**Saved data entries:**
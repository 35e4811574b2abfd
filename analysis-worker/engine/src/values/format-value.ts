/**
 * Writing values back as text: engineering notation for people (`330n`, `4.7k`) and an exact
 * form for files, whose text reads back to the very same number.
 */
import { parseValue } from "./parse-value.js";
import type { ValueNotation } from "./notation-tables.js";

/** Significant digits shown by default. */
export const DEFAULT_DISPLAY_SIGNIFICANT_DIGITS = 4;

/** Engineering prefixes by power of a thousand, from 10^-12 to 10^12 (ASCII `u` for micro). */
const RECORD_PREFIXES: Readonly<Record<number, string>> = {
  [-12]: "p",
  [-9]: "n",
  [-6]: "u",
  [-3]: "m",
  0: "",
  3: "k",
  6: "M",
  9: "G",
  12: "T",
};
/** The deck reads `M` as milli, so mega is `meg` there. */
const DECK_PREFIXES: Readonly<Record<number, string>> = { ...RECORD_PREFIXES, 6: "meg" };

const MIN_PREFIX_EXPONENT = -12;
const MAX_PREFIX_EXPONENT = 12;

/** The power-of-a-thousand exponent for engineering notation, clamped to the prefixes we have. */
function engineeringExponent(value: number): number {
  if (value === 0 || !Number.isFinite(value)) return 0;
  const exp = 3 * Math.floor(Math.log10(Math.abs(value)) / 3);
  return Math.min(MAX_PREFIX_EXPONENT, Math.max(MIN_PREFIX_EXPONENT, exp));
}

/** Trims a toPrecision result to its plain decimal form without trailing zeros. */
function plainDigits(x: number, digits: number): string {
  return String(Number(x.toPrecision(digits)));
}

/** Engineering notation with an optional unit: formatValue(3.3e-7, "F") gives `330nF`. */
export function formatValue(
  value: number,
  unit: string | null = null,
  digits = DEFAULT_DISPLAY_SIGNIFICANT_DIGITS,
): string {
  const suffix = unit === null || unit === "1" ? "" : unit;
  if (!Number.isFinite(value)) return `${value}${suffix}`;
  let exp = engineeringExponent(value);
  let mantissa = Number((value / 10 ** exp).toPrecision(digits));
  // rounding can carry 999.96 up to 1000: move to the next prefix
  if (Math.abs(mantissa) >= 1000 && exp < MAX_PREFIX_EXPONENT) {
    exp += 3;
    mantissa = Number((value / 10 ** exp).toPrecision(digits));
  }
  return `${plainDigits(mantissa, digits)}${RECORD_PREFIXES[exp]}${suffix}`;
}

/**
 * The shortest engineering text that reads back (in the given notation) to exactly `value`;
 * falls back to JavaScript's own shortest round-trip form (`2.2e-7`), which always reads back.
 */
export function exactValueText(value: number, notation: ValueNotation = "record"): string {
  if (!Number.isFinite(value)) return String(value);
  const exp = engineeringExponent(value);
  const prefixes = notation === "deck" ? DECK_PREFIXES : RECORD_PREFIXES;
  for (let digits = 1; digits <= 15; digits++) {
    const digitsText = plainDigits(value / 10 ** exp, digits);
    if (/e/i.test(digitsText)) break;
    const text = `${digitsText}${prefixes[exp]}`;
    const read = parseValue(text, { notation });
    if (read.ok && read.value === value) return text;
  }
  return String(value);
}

**WORK ORDER:**
Reply with one number, the count of lines in the records that include the word "unit".

**ANSWER AREA:**
3